Collected data
•••••
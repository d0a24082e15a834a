"""Validation of one batch: raw table in, good observations and quarantine records out.

A reader (:mod:`drift.ingest.csv`, :mod:`~drift.ingest.parquet`, :mod:`~drift.ingest.sql`) hands over a
:class:`RawTable` - the cells exactly as the source holds them, one row per data row. :func:`validate`
turns it into

- the *good* cells, one per observation: series, period (normalised to the period's first day), value,
  issued_at, an explicit available_at (from the source) and the default available_at (end of period plus
  the series delay); and
- the *quarantine* records: row, column, raw value and a reason in plain words.

Row numbers
-----------
Rows are numbered as the source shows them: for CSV the header is row 1 and the first data row is row 2
(the record number a spreadsheet shows; a quoted field spanning lines counts as one record); for Parquet
and SQL the first data row is row 1.

What is quarantined (and where the record points)
-------------------------------------------------
Whole-row problems - one record per data row, pointing at the period / available / issued column:
an empty or unparseable period, an unparseable available or issued time, a date outside the range drift
stores (how dates are read, and when a whole batch is refused instead: :mod:`drift.ingest.dates`). None of the row's values is
stored. A period that is not a period start of the series' frequency (or, with ``period_label: end``,
not a period end) - one record per row and frequency, naming the series concerned. Cell problems - one
record per cell, pointing at the value's column: non-numeric and non-finite values, an empty series name,
and keys (series, period[, issued_at]) that occur more than once in the batch (every copy is quarantined,
each reason lists the clashing rows). An empty cell is a missing observation: neither stored nor
quarantined. Everything here is vectorised over cells; Python loops run only over distinct periods and
over the (rare) bad records.
"""

from __future__ import annotations

import hashlib
import logging
from collections.abc import Mapping
from dataclasses import dataclass, field
from datetime import timedelta
from pathlib import Path

import numpy as np
import pandas as pd

from drift.config import MAX_ABS_VALUE, MAX_NAME_LENGTH, Config, SourceConfig, next_period, period_start
from drift.exceptions import InputError
from drift.ingest import dates

log = logging.getLogger(__name__)

_WEEKDAYS = ("Monday", "Tuesday", "Wednesday", "Thursday", "Friday", "Saturday", "Sunday")
_NAN_SPELLINGS = frozenset({"nan", "+nan", "-nan", "na n"})
#: at most this many series names are spelled out in one quarantine reason
_NAMES_IN_REASON = 3
#: the sentinel used in place of a missing issued_at in integer merge keys
_NO_ISSUE = np.iinfo(np.int64).min

QUARANTINE_COLUMNS = ["row", "column", "raw_value", "reason"]
GOOD_COLUMNS = ["row", "series", "period", "issued_at", "value", "available_at", "default_available_at"]


@dataclass(frozen=True)
class RawTable:
    """The cells of one batch as the source holds them.

    Parameters
    ----------
    label : the file path (or ``sql:<source>`` for a query); used in messages and quarantine rows.
    content_hash : SHA-256 of the batch content (file bytes, or the query result).
    frame : one row per data row, the source's columns (strings for CSV; typed for Parquet and SQL).
    first_row : the number of the first data row (2 for CSV, whose header is row 1; 1 otherwise).
    empty : optional per-column masks, True where a cell is empty; for typed columns whose NaN is a value
        (Parquet keeps null and NaN apart). Columns not listed count as empty where null or blank text.
    unnamed : placeholder names of columns whose header was empty (their values are quarantined).
    """

    label: str
    content_hash: str
    frame: pd.DataFrame
    first_row: int = 1
    empty: Mapping[str, np.ndarray] = field(default_factory=dict)
    unnamed: frozenset[str] = frozenset()


@dataclass(frozen=True)
class SeriesRule:
    """How one series' periods are checked: frequency (None = unknown), week anchor, publication delay."""

    frequency: str | None
    week_anchor: int
    delay: timedelta


class SeriesRules:
    """Frequency, weekly anchor and delay of every series, resolved once per ingest.

    The frequency comes from the first model that uses the series (its weekly anchor is the weekday of that
    model's reference start), else from the source's ``frequency``; the delay is the largest driver delay
    any model sets for it, else the source's ``delay``.
    """

    def __init__(self, cfg: Config) -> None:
        self._freq = cfg.series_frequency()
        self._anchor: dict[str, int] = {}
        for m in cfg.models:
            for s in m.series:
                self._anchor.setdefault(s, m.reference.start.weekday())
        self._delays = cfg.series_delays()
        #: series some model uses as a forecast or known-in-advance driver (values for future periods)
        self.forward = frozenset(d.series for m in cfg.models for d in m.drivers if d.form != "lagged")

    def fingerprint(self) -> list[tuple[str, str | None, int, float]]:
        """(series, frequency, week anchor, delay in seconds) of every series the models name, sorted: what a
        change of which must make files be read again."""
        names = sorted(set(self._freq) | set(self._anchor) | set(self._delays) | set(self.forward))
        return [(s, self._freq.get(s), self._anchor.get(s, 0),
                 self._delays[s].total_seconds() if s in self._delays else -1.0) for s in names]

    def rule(self, series: str, source: SourceConfig) -> SeriesRule:
        freq = self._freq.get(series)
        anchor = self._anchor.get(series, 0) if freq is not None else 0
        if freq is None:
            freq = source.frequency
        return SeriesRule(freq, anchor, self._delays.get(series, source.delay))


@dataclass(frozen=True)
class FileBytes:
    """A source file read once: its bytes and their SHA-256 (for the already-ingested check)."""

    data: bytes
    digest: str


def read_file(path: Path) -> FileBytes:
    """Read a whole source file.

    Raises
    ------
    InputError : naming the file when it is missing or unreadable.
    """
    label = str(path)
    try:
        data = path.read_bytes()
    except FileNotFoundError:
        raise InputError("file not found", file=label) from None
    except OSError as exc:
        raise InputError(f"cannot read the file: {exc.strerror or exc}", file=label, unavailable=True) from None
    return FileBytes(data=data, digest=hashlib.sha256(data).hexdigest())


@dataclass(frozen=True)
class Validated:
    """Result of :func:`validate`: the good cells and the quarantine records (see the module docstring)."""

    good: pd.DataFrame
    quarantine: pd.DataFrame
    cells: int


# ----------------------------------------------------------------------------------------- helpers

_text = dates.cell_text


def _empty_mask(values: np.ndarray) -> np.ndarray:
    """True where a cell is null or an empty string (blank-only text is handled where it fails to parse)."""
    mask = np.asarray(pd.isna(values), dtype=bool)
    if values.dtype == object:
        with np.errstate(invalid="ignore"):
            mask |= np.asarray(values == "", dtype=bool)
    return mask


def _column_empty(raw: RawTable, column: str) -> np.ndarray:
    if column in raw.empty:
        return np.asarray(raw.empty[column], dtype=bool)
    return _empty_mask(raw.frame[column].to_numpy())


def _names(names: list[str]) -> str:
    quoted = [f"'{n}'" for n in names[:_NAMES_IN_REASON]]
    if len(names) > _NAMES_IN_REASON:
        return ", ".join(quoted) + f" and {len(names) - _NAMES_IN_REASON} more"
    if len(quoted) == 1:
        return quoted[0]
    return ", ".join(quoted[:-1]) + " and " + quoted[-1]


def _parse_row_dates(raw: RawTable, column: str, fmt: str | None, *, utc: bool, source: SourceConfig
                     ) -> tuple[pd.DatetimeIndex, np.ndarray, np.ndarray]:
    """(parsed values per data row, empty mask, :class:`~drift.ingest.dates.Problem` code per row).

    Periods come back naive (wall dates); available / issued times (``utc``) tz-aware UTC. Distinct raw
    values are parsed once (see :mod:`drift.ingest.dates`).
    """
    col = raw.frame[column]
    empty = _column_empty(raw, column)
    n = len(col)
    if pd.api.types.is_datetime64_any_dtype(col.dtype):
        idx = pd.DatetimeIndex(col)
        if idx.tz is not None:
            idx = idx.tz_convert("UTC").tz_localize(None) if utc else idx.tz_localize(None)
        far = np.asarray((idx < dates.EARLIEST) | (idx > dates.LATEST), dtype=bool) & ~empty
        ns = np.where(far | empty, np.iinfo(np.int64).min, idx.as_unit("ns").asi8)
        problem = np.where(far, dates.Problem.OUT_OF_RANGE, dates.Problem.OK).astype(np.int8)
    else:
        values = col.to_numpy(dtype=object)
        codes, uniq = pd.factorize(pd.Series(values[~empty], dtype=object), use_na_sentinel=True)
        rows_present = raw.first_row + np.nonzero(~empty)[0]
        first_rows = np.full(len(uniq), 0, dtype=np.int64)
        ok = codes >= 0
        u_first, first_pos = np.unique(codes[ok], return_index=True)
        first_rows[u_first] = rows_present[ok][first_pos]
        uvals = list(np.asarray(uniq, dtype=object))
        if utc:
            u_ns, u_problem = dates.parse_times(uvals)
        else:
            u_ns, u_problem = dates.parse_periods(uvals, first_rows, fmt, label=raw.label, column=column,
                                                  source=source.name)
        ns = np.full(n, np.iinfo(np.int64).min, dtype=np.int64)
        problem = np.zeros(n, dtype=np.int8)
        picked = np.full(len(codes), np.iinfo(np.int64).min, dtype=np.int64)
        picked_p = np.full(len(codes), dates.Problem.NOT_A_DATE, dtype=np.int8)
        picked[ok] = u_ns[codes[ok]]
        picked_p[ok] = u_problem[codes[ok]]
        ns[~empty] = picked
        problem[~empty] = picked_p
    parsed = pd.DatetimeIndex(ns.view("datetime64[ns]"))
    if utc:
        parsed = parsed.tz_localize("UTC")
    problem[empty] = dates.Problem.OK
    return parsed, empty, problem


# ----------------------------------------------------------------------------------------- validate
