def period_index(model: ModelConfig, start: pd.Timestamp, end: pd.Timestamp) -> pd.DatetimeIndex:
    """Period starts from ``start`` to ``end`` inclusive, on the model's frequency."""
    return _period_range(model.frequency, week_anchor(model), start, end)


def _period_range(freq: str, anchor: int, start: pd.Timestamp, end: pd.Timestamp) -> pd.DatetimeIndex:
    first = period_start(start, freq, week_anchor=anchor)
    step = {"D": "D", "W": "7D", "M": "MS", "Q": "QS"}[freq]  # ``first`` is a period start: on the grid
    return pd.date_range(first, pd.Timestamp(end), freq=step)


def shift_periods(periods: pd.DatetimeIndex, freq: str, lag: int) -> pd.DatetimeIndex:
    """Period starts ``lag`` periods earlier (later for a negative lag)."""
    if lag == 0:
        return periods
    if freq in ("D", "W"):
        step = pd.Timedelta(days=1 if freq == "D" else 7)
        return periods - lag * step
    months = lag * (1 if freq == "M" else 3)
    return pd.DatetimeIndex(periods) - pd.DateOffset(months=months)  # period starts are first days


_SHIFT = np.int64(2**32)  # period code * 2^32 + seconds: one sortable int64 key per (period, time)


def as_ns(values: Any) -> np.ndarray:
    """datetime-like values -> int64 nanoseconds (UTC for aware ones; NaT -> min int64)."""
    idx = pd.DatetimeIndex(values)
    if idx.tz is not None:
        idx = idx.tz_convert("UTC").tz_localize(None)
    return np.asarray(idx.as_unit("ns").asi8)
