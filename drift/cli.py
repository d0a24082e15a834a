"""Command line: parse, load config, call the library, map errors to exit codes and one-line messages.

Exit codes: 0 the command ran (whatever the verdicts); 1 runtime failure; 2 usage or config error;
3 another daemon holds the store; 4 ``check`` ran but some models could not be checked (each has an
entry with verdict ``error`` and its reason).
"""

from __future__ import annotations

import json
import logging
import sys
from collections.abc import Iterator
from contextlib import contextmanager
from datetime import date, datetime, timezone
from pathlib import Path
from typing import Any, NoReturn

import click

from drift import __version__
from drift.exceptions import ConfigError, DecisionError, DriftError, LockError

log = logging.getLogger("drift")

EXIT_RUNTIME, EXIT_CONFIG, EXIT_LOCKED, EXIT_UNCHECKED, EXIT_UNDELIVERED = 1, 2, 3, 4, 5


def _fail(code: int, msg: str) -> NoReturn:
    click.echo(f"drift: {msg}", err=True)
    sys.exit(code)


def _setup_logging(level: str) -> None:
    logging.basicConfig(level=getattr(logging, level.upper(), logging.WARNING), stream=sys.stderr,
                        format="%(asctime)s %(levelname)s %(name)s: %(message)s")


def _load(config: str, need: tuple[str, ...] = ()) -> Any:
    """The validated config; ``need``: sections ('sources', 'models') the command cannot do without."""
    from drift.config import load_config

    cfg = load_config(config)
    cfg.require(*need)
    return cfg


@contextmanager
def _opened(config: str, need: tuple[str, ...] = ()) -> Iterator[tuple[Any, Any]]:
    """The loaded config (checked for the sections in ``need`` before anything is opened or created) and
    its open store, disposed of afterwards."""
    from drift.store import open_store

    cfg = _load(config, need)
    store = open_store(cfg.store_url())
    try:
        yield cfg, store
    finally:
        store.dispose()


def _name(value: str | None) -> str | None:
    """A ``--by`` value the store keeps (:func:`drift.config.check_name`): a usage error (exit 2) otherwise."""
    from drift.config import check_name

    try:
        return None if value is None else check_name(value)
    except ValueError as exc:
        raise click.BadParameter(str(exc)) from None


def _day(value: str | None, flag: str) -> date | None:
    """A date option: YYYY-MM-DD within the dates drift can compute with (:data:`drift.config.DATE_RANGE`)."""
    from drift.config import DATE_RANGE

    if value is None:
        return None
    try:
        day = date.fromisoformat(value.strip())
    except ValueError:
        _fail(EXIT_CONFIG, f"{flag} expects a date as YYYY-MM-DD, got '{value}'")
    lo, hi = DATE_RANGE
    if not lo <= day <= hi:
        _fail(EXIT_CONFIG, f"{flag} {day.isoformat()} is out of range: drift works with dates from "
                           f"{lo.isoformat()} to {hi.isoformat()}")
    return day


def _run(fn: Any) -> Any:
    """Call ``fn`` and map drift's errors to exit codes."""
    try:
        return fn()
    except (ConfigError, DecisionError) as exc:
        _fail(EXIT_CONFIG, str(exc))
    except LockError as exc:
        _fail(EXIT_LOCKED, str(exc))
    except DriftError as exc:
        _fail(EXIT_RUNTIME, str(exc))
    except KeyboardInterrupt:
        _fail(130, "interrupted")
    except Exception as exc:  # the CLI maps every failure to an exit code and one line
        log.debug("unexpected error", exc_info=True)
        _fail(EXIT_RUNTIME, f"unexpected error: {type(exc).__name__}: {exc} (run with --log-level debug "
                            "for the traceback)")


config_opt = click.option("--config", "config", required=True, type=click.Path(dir_okay=False),
                          help="drift YAML configuration file.")


@click.group(context_settings={"help_option_names": ["-h", "--help"]})
@click.version_option(__version__, prog_name="drift")
@click.option("--log-level", default="warning", show_default=True,
              type=click.Choice(["debug", "info", "warning", "error"], case_sensitive=False))
def cli(log_level: str) -> None:
    """drift: watch deployed driver-based forecasts and say, with evidence, when the relationship moved."""
    _setup_logging(log_level)


@cli.command()
@config_opt
@click.option("--source", "sources", multiple=True, help="Only this source (repeatable).")
@click.option("--reread", is_flag=True,
              help="Read every file again, even unchanged or retracted ones (values are compared as usual).")
def ingest(config: str, sources: tuple[str, ...], reread: bool) -> None:
    """Read the configured sources into the store (new values, revisions as vintages, quarantine)."""
    _ingest_command(config, sources, reread=reread)


@cli.command()
@config_opt
@click.option("--source", "sources", multiple=True, help="Only this source (repeatable).")
def readmit(config: str, sources: tuple[str, ...]) -> None:
    """Read again the files holding open quarantine records, with the current config."""
    _ingest_command(config, sources, readmit=True)


def _ingest_command(config: str, sources: tuple[str, ...], *, reread: bool = False,
                    readmit: bool = False) -> None:
    def go() -> None:
        from drift.ingest.admin import summary_lines
        from drift.pipeline import run_ingest

        with _opened(config, need=("sources",)) as (cfg, store):
            summaries = run_ingest(cfg, store, sources=list(sources) or None, reread=reread, readmit=readmit)
        refused = unavailable = False
        if readmit and not any(s.files for s in summaries):
            click.echo("no file holds open quarantine records")
        for s in summaries:
            if readmit and not s.files:
                continue
            click.echo("\n".join(summary_lines(s, config)))
            src = next((x for x in cfg.sources if x.name == s.source), None)
            if s.files == 0 and src is not None and src.kind != "sql":
                click.echo(f"  no file matches '{src.path}' (relative to {cfg.base_dir})", err=True)
            for f, msg in s.failed_files:
                if f in s.unavailable:
                    unavailable = True
                else:
                    refused = True
                click.echo(f"  not read: {msg if msg.startswith(f) else f + ': ' + msg}", err=True)
        if refused:
            sys.exit(EXIT_CONFIG)
        if unavailable:
            sys.exit(EXIT_RUNTIME)

    _run(go)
•••••
> _What you will do_
Please, from the entries above, set down exactly the lines from the one containing "content_hash: str" through the one containing "change of which", and only those.

> _Output of the task_
    content_hash: str
    frame: pd.DataFrame
    first_row: int = 1
    empty: Mapping[str, np.ndarray] = field(default_factory=dict)
    unnamed: frozenset[str] = frozenset()


@dataclass(frozen=True)
class SeriesRule:
    """How one series' periods are checked: frequency (None = unknown), week anchor, publication delay."""

    frequency: str | None
    week_anchor: int
    delay: timedelta


class SeriesRules:
    """Frequency, weekly anchor and delay of every series, resolved once per ingest.

    The frequency comes from the first model that uses the series (its weekly anchor is the weekday of that
    model's reference start), else from the source's ``frequency``; the delay is the largest driver delay
    any model sets for it, else the source's ``delay``.
    """

    def __init__(self, cfg: Config) -> None:
        self._freq = cfg.series_frequency()
        self._anchor: dict[str, int] = {}
        for m in cfg.models:
            for s in m.series:
                self._anchor.setdefault(s, m.reference.start.weekday())
        self._delays = cfg.series_delays()
        #: series some model uses as a forecast or known-in-advance driver (values for future periods)
        self.forward = frozenset(d.series for m in cfg.models for d in m.drivers if d.form != "lagged")

    def fingerprint(self) -> list[tuple[str, str | None, int, float]]:
        """(series, frequency, week anchor, delay in seconds) of every series the models name, sorted: what a
        change of which must make files be read again."""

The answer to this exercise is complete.